## [What needs to be done]
Only the lines from the top of the data through the one with "least 0, default 0" are to be written out, each exactly as it stands.

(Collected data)

____________

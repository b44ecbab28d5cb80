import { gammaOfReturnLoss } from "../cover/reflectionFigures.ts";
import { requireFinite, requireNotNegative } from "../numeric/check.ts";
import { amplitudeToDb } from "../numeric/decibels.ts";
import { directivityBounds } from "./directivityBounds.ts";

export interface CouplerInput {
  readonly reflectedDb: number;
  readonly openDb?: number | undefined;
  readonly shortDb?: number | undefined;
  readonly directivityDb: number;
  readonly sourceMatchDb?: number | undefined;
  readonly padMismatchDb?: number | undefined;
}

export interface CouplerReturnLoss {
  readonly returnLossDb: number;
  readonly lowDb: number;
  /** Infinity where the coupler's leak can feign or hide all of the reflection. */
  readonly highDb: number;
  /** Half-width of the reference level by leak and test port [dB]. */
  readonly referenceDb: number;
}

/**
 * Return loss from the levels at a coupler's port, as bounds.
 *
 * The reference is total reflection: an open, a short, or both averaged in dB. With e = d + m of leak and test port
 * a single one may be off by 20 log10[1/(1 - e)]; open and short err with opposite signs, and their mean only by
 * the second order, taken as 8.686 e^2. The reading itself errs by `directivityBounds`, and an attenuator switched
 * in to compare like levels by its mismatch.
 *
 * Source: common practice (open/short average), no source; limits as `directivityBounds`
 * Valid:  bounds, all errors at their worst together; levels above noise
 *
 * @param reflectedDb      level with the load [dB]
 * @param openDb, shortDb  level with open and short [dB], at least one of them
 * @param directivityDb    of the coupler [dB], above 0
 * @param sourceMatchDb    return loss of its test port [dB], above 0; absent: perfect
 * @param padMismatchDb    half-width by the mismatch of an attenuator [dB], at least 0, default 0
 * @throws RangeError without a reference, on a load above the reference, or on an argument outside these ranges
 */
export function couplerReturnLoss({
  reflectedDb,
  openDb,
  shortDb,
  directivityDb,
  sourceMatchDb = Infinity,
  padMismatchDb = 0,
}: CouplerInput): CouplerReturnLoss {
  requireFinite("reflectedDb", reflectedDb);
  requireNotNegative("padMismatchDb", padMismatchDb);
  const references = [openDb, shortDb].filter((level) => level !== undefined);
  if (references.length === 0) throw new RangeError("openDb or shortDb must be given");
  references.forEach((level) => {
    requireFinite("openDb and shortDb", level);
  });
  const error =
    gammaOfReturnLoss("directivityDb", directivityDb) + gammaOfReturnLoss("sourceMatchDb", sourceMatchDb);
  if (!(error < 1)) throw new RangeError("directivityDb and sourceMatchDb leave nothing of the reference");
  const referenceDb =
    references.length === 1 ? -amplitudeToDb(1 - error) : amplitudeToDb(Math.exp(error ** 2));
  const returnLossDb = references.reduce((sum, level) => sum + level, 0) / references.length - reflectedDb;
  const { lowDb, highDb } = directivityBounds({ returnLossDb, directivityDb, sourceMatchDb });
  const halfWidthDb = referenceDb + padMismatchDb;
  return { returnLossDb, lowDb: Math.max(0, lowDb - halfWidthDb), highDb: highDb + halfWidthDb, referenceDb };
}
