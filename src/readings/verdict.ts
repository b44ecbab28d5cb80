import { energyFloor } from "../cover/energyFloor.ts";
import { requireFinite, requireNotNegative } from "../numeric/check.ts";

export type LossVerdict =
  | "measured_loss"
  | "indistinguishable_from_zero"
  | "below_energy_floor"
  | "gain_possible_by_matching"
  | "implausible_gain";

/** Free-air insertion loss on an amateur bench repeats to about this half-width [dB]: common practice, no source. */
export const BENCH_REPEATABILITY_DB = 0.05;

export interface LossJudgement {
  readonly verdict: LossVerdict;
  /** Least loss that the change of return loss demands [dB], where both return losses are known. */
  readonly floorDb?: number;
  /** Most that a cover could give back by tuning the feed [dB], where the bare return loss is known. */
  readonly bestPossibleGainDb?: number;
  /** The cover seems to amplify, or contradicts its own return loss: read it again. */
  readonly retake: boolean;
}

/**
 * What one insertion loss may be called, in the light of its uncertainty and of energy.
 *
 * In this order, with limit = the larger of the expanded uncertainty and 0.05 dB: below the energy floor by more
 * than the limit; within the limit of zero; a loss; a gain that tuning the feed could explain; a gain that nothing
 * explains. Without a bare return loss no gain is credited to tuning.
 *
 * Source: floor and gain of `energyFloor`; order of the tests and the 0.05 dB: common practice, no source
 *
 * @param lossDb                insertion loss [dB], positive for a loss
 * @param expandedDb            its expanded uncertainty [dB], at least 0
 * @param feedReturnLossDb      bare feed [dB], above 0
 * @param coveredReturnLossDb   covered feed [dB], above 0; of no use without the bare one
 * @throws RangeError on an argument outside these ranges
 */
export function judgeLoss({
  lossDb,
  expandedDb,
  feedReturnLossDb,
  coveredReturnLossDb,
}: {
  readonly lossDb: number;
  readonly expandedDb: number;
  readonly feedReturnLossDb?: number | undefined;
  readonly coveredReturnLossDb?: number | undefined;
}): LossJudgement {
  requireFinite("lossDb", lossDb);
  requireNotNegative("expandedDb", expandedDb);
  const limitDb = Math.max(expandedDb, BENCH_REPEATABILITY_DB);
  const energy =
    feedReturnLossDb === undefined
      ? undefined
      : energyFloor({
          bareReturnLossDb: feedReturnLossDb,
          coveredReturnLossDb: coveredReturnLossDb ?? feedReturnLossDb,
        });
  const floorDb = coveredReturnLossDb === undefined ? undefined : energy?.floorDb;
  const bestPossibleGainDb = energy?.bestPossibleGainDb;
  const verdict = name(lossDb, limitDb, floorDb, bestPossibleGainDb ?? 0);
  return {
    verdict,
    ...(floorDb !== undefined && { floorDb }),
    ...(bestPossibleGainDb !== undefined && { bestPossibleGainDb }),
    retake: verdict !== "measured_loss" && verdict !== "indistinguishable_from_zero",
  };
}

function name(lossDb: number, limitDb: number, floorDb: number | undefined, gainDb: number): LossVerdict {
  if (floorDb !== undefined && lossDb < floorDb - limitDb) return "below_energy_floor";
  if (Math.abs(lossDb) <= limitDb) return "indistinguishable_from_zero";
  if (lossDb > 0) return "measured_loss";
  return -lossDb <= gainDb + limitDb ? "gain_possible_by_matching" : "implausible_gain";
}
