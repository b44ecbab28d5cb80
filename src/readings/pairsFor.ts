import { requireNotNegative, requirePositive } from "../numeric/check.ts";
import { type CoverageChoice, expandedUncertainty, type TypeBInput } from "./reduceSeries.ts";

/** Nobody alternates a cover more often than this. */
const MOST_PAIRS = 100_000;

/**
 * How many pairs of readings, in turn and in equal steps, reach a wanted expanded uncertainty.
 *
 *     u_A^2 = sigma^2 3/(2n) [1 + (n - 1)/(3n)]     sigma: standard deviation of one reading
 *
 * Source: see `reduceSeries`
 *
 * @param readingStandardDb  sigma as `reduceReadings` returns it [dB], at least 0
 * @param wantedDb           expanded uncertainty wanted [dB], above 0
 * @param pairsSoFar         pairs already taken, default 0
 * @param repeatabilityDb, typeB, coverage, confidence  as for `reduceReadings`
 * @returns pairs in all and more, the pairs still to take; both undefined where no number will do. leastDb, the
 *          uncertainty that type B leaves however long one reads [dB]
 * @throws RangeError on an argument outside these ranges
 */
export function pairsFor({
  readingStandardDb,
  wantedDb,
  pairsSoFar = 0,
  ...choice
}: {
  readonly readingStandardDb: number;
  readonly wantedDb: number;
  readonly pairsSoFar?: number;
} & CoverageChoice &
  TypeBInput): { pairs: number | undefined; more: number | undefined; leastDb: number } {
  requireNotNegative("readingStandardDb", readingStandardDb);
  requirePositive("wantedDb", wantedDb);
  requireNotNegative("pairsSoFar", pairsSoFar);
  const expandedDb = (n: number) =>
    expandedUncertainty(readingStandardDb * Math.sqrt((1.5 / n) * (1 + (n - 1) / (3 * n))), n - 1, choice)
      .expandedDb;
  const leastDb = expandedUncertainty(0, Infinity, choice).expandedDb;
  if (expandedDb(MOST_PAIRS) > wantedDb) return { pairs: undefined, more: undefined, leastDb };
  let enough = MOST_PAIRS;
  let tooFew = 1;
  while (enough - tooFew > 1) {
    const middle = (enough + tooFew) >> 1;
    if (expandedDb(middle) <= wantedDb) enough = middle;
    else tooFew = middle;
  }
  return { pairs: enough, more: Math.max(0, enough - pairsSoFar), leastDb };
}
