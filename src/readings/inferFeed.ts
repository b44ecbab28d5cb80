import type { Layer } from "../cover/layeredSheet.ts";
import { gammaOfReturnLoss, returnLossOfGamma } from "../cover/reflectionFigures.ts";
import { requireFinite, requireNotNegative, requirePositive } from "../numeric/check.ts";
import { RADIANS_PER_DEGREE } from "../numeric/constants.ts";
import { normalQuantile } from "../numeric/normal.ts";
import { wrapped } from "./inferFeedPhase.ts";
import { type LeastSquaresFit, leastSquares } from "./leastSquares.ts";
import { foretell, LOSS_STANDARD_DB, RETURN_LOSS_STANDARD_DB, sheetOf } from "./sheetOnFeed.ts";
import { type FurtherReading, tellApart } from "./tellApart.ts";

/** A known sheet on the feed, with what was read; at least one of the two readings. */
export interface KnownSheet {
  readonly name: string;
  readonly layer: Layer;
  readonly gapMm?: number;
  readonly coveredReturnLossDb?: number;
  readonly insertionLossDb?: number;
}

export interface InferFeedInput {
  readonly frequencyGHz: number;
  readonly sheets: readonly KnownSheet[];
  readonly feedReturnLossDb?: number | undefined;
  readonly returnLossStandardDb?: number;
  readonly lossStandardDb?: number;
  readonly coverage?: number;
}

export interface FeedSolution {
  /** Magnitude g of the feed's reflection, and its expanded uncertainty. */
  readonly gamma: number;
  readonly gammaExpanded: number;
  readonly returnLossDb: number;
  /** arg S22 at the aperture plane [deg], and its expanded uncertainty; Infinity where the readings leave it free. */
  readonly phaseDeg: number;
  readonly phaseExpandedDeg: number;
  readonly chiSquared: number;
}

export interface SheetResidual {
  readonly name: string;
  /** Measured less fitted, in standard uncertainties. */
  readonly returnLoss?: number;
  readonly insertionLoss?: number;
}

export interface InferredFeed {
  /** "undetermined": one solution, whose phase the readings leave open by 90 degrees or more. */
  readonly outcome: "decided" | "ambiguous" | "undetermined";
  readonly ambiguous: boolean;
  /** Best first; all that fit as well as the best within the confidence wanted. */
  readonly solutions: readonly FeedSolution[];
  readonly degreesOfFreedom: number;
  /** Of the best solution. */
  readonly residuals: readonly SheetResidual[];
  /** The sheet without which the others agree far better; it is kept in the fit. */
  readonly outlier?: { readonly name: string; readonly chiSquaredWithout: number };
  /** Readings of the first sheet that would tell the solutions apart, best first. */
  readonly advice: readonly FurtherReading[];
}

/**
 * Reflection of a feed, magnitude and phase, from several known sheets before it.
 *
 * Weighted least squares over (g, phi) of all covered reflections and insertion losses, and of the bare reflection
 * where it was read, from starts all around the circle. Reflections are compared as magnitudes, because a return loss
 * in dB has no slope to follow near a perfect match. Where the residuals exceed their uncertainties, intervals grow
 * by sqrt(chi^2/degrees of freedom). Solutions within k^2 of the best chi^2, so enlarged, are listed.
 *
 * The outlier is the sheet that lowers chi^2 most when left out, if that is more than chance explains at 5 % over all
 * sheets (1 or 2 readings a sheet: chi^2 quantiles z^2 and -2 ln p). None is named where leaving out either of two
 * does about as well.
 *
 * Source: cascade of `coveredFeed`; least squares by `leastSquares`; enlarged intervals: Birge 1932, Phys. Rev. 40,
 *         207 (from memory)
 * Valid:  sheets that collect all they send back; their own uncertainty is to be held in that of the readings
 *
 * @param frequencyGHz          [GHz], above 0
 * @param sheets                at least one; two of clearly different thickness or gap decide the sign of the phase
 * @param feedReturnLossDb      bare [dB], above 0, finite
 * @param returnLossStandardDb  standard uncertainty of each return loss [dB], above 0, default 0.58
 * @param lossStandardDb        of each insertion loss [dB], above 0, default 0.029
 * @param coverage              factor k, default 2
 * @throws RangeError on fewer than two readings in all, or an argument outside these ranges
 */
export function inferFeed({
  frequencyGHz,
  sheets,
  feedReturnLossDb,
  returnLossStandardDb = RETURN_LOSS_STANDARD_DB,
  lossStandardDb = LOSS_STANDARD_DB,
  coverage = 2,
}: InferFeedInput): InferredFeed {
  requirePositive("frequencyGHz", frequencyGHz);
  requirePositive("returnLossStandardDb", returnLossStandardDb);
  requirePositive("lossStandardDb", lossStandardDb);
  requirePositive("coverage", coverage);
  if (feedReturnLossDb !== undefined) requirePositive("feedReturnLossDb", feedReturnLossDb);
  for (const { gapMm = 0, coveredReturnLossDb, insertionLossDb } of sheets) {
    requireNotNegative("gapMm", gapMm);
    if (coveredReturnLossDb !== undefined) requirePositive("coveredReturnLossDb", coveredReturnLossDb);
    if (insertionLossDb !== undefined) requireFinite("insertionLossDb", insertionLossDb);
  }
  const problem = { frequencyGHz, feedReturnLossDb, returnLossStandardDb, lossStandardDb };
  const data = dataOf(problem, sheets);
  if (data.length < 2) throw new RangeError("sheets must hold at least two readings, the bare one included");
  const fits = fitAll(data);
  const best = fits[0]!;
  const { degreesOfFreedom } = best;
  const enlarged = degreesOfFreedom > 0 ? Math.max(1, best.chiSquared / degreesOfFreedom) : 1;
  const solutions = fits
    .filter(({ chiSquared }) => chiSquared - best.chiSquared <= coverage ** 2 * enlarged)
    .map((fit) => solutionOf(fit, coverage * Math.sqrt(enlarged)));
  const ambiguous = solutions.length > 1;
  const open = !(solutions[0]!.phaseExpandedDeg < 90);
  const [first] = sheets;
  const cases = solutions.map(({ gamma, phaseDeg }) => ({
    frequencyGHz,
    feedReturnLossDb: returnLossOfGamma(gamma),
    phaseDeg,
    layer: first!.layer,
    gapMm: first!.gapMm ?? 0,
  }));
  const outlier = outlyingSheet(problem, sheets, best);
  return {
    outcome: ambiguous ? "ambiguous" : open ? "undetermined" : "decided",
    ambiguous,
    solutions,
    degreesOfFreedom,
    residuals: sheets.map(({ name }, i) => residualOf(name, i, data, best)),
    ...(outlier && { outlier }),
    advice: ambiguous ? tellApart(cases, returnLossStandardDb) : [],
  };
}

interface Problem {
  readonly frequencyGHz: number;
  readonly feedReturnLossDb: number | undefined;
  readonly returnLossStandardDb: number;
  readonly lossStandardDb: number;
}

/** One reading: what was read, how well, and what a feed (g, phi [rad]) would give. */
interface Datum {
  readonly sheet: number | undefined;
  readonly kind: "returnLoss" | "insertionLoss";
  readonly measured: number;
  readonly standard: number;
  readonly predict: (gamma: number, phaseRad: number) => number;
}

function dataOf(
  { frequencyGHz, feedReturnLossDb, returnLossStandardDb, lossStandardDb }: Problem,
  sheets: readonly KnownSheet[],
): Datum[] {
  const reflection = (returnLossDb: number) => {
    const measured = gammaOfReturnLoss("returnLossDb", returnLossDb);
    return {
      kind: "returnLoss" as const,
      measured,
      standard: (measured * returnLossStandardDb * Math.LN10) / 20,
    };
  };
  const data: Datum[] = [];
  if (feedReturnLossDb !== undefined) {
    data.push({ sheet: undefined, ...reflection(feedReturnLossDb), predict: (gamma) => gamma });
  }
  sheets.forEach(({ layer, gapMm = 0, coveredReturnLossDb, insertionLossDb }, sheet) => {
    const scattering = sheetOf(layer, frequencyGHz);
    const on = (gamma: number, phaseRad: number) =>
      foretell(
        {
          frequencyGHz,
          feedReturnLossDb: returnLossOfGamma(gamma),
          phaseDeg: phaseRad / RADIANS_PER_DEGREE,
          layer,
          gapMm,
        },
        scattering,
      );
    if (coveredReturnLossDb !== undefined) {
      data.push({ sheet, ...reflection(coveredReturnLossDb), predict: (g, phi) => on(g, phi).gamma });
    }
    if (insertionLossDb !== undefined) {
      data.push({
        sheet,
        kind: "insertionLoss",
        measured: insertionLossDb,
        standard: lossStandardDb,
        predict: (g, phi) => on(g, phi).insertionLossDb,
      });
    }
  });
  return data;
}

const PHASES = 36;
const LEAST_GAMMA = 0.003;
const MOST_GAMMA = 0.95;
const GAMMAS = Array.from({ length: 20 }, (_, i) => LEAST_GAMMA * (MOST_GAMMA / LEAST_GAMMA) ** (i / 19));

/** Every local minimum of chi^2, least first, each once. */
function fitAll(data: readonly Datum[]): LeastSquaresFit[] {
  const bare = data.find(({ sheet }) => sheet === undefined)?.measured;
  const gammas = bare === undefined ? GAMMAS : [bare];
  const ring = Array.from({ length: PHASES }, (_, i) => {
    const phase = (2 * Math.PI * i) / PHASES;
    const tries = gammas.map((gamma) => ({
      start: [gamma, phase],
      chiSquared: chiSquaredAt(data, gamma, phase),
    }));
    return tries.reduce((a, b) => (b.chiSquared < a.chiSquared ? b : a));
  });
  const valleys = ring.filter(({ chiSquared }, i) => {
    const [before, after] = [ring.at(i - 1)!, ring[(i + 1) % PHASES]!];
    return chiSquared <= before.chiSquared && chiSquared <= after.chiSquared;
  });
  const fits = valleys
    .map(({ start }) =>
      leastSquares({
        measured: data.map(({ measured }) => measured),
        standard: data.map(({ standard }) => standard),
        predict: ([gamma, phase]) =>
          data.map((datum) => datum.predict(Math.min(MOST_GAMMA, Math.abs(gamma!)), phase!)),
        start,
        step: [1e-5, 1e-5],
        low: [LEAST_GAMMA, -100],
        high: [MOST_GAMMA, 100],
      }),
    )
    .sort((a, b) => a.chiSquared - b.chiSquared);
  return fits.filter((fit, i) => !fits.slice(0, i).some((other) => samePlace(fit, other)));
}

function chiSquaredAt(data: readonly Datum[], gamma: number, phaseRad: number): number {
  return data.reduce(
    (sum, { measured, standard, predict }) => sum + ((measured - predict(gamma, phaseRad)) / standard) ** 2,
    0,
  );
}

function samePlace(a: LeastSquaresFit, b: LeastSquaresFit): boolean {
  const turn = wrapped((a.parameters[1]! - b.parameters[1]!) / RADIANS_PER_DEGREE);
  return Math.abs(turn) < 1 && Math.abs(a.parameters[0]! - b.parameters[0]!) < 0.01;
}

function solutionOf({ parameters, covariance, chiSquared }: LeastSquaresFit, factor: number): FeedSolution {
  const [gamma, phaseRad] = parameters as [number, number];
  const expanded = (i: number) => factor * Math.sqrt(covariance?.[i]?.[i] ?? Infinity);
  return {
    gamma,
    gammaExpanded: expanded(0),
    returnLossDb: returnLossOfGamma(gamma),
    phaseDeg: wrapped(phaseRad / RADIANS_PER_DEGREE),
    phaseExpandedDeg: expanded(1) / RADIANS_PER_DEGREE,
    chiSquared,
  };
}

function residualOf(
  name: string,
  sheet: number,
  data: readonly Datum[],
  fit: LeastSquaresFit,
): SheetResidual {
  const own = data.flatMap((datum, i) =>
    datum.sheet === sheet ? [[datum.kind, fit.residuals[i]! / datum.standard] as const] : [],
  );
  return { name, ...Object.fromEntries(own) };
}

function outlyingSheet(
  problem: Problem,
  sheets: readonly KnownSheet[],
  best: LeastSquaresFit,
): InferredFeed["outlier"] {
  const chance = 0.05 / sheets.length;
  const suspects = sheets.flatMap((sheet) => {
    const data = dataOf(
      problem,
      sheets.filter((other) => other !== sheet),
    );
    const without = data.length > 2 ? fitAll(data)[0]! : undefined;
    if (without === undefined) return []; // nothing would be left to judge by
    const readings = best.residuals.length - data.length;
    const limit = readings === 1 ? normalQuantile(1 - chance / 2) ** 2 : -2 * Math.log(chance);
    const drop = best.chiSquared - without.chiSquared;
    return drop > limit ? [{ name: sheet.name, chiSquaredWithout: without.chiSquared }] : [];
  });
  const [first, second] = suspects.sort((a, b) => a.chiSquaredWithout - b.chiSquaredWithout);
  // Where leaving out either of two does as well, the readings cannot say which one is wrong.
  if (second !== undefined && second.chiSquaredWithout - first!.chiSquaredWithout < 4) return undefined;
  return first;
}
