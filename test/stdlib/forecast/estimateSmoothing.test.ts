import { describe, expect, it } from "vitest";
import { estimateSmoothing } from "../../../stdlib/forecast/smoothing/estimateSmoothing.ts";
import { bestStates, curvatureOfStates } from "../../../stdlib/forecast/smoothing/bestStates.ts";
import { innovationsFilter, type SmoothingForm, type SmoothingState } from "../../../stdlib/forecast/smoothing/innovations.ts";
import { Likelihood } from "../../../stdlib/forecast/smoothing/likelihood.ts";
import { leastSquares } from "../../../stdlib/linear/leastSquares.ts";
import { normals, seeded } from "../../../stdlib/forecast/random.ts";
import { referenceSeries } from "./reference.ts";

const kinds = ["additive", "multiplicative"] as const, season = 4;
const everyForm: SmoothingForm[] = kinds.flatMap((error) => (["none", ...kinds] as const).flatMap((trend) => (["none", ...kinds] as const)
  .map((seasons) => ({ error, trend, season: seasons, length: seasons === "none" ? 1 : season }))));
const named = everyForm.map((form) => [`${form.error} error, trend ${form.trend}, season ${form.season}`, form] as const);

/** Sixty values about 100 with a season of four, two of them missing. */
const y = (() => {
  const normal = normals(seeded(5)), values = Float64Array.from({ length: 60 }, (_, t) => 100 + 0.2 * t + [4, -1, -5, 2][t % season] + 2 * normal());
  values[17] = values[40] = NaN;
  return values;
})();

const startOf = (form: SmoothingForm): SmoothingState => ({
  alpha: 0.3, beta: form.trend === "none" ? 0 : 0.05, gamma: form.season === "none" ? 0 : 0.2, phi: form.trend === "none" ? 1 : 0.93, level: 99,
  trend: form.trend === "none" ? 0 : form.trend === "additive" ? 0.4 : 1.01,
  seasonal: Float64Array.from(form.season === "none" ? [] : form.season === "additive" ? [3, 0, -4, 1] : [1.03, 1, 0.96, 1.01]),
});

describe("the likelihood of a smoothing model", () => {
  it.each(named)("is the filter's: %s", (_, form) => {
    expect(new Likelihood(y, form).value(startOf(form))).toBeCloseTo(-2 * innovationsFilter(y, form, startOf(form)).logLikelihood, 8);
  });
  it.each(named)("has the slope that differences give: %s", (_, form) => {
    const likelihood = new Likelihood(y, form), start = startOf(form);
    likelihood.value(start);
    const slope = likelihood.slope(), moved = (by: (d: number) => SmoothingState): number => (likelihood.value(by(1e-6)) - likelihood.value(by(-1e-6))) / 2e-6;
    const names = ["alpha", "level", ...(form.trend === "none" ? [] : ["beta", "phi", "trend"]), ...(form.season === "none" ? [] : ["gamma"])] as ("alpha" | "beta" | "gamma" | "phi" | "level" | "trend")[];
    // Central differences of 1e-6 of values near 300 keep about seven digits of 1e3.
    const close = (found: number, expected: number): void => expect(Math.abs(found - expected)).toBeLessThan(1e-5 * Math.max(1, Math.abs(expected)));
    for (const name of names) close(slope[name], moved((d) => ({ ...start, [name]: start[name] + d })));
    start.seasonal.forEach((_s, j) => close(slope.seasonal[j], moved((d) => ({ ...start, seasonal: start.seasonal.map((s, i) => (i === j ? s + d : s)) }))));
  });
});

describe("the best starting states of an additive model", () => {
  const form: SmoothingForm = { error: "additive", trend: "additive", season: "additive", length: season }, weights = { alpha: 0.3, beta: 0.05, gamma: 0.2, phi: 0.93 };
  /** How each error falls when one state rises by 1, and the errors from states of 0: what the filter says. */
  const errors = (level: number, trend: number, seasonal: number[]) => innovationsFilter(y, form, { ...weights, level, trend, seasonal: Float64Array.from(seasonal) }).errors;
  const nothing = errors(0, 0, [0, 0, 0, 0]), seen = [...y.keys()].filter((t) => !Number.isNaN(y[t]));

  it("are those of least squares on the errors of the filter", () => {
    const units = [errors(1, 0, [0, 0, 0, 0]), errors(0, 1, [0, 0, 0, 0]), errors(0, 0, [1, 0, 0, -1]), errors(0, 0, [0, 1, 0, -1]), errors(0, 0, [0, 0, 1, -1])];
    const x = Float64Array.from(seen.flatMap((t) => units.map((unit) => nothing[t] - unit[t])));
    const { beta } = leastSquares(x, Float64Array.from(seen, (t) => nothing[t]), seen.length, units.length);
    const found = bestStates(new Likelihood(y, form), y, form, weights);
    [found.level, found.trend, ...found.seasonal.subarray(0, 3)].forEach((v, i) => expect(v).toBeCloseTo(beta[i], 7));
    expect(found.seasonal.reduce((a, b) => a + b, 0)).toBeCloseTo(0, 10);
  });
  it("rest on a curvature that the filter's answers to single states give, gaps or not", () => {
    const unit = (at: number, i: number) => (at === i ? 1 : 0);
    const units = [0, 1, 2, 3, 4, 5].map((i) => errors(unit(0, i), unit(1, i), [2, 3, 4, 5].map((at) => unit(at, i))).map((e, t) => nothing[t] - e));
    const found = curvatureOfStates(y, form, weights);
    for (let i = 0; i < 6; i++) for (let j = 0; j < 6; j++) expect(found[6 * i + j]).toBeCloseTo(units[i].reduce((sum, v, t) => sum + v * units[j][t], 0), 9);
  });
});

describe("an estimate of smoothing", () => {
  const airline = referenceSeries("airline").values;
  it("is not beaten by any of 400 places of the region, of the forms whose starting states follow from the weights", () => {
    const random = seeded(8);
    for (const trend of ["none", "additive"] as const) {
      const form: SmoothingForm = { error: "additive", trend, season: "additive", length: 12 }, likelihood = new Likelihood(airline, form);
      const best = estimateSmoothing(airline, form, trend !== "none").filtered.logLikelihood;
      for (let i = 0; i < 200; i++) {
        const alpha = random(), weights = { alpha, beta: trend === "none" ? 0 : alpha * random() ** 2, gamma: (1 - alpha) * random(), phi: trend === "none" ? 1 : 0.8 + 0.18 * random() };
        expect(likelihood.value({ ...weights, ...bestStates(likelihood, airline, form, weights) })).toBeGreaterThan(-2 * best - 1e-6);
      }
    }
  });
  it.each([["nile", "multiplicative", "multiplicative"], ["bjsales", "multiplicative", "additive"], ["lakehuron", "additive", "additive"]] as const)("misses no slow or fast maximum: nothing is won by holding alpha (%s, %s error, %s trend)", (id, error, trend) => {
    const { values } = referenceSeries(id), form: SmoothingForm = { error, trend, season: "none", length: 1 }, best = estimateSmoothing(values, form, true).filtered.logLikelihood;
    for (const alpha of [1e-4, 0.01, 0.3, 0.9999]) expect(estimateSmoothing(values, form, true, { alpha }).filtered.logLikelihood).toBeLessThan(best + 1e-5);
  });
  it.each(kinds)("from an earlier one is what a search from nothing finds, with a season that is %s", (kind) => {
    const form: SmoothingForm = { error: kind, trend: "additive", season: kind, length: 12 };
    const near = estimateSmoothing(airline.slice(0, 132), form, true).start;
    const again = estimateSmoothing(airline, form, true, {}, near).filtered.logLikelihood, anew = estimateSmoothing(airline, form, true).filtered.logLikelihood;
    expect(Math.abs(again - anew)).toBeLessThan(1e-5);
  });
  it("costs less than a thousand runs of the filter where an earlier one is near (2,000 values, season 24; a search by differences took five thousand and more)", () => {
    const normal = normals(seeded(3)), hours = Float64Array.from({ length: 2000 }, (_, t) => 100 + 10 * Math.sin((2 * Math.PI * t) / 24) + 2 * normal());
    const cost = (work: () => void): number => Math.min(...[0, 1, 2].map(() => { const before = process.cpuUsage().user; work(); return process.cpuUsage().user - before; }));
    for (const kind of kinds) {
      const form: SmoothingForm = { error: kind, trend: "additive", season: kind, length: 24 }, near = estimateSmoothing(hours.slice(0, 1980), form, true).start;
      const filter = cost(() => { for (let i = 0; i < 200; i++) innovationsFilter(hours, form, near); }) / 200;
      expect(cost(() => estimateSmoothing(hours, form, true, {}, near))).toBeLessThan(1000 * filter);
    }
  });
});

____________

## [Task solution]
repository b44ecbab28d5cb80
import { gammaOfReturnLoss } from "../cover/reflectionFigures.ts";
import { requireFinite, requireNotNegative } from "../numeric/check.ts";
import { amplitudeToDb } from "../numeric/decibels.ts";
import { directivityBounds } from "./directivityBounds.ts";

export interface CouplerInput {
  readonly reflectedDb: number;
  readonly openDb?: number | undefined;
  readonly shortDb?: number | undefined;
  readonly directivityDb: number;
  readonly sourceMatchDb?: number | undefined;
  readonly padMismatchDb?: number | undefined;
}

export interface CouplerReturnLoss {
  readonly returnLossDb: number;
  readonly lowDb: number;
  /** Infinity where the coupler's leak can feign or hide all of the reflection. */
  readonly highDb: number;
  /** Half-width of the reference level by leak and test port [dB]. */
  readonly referenceDb: number;
}

/**
 * Return loss from the levels at a coupler's port, as bounds.
 *
 * The reference is total reflection: an open, a short, or both averaged in dB. With e = d + m of leak and test port
 * a single one may be off by 20 log10[1/(1 - e)]; open and short err with opposite signs, and their mean only by
 * the second order, taken as 8.686 e^2. The reading itself errs by `directivityBounds`, and an attenuator switched
 * in to compare like levels by its mismatch.
 *
 * Source: common practice (open/short average), no source; limits as `directivityBounds`
 * Valid:  bounds, all errors at their worst together; levels above noise
 *
 * @param reflectedDb      level with the load [dB]
 * @param openDb, shortDb  level with open and short [dB], at least one of them
 * @param directivityDb    of the coupler [dB], above 0
 * @param sourceMatchDb    return loss of its test port [dB], above 0; absent: perfect
 * @param padMismatchDb    half-width by the mismatch of an attenuator [dB], at least 0, default 0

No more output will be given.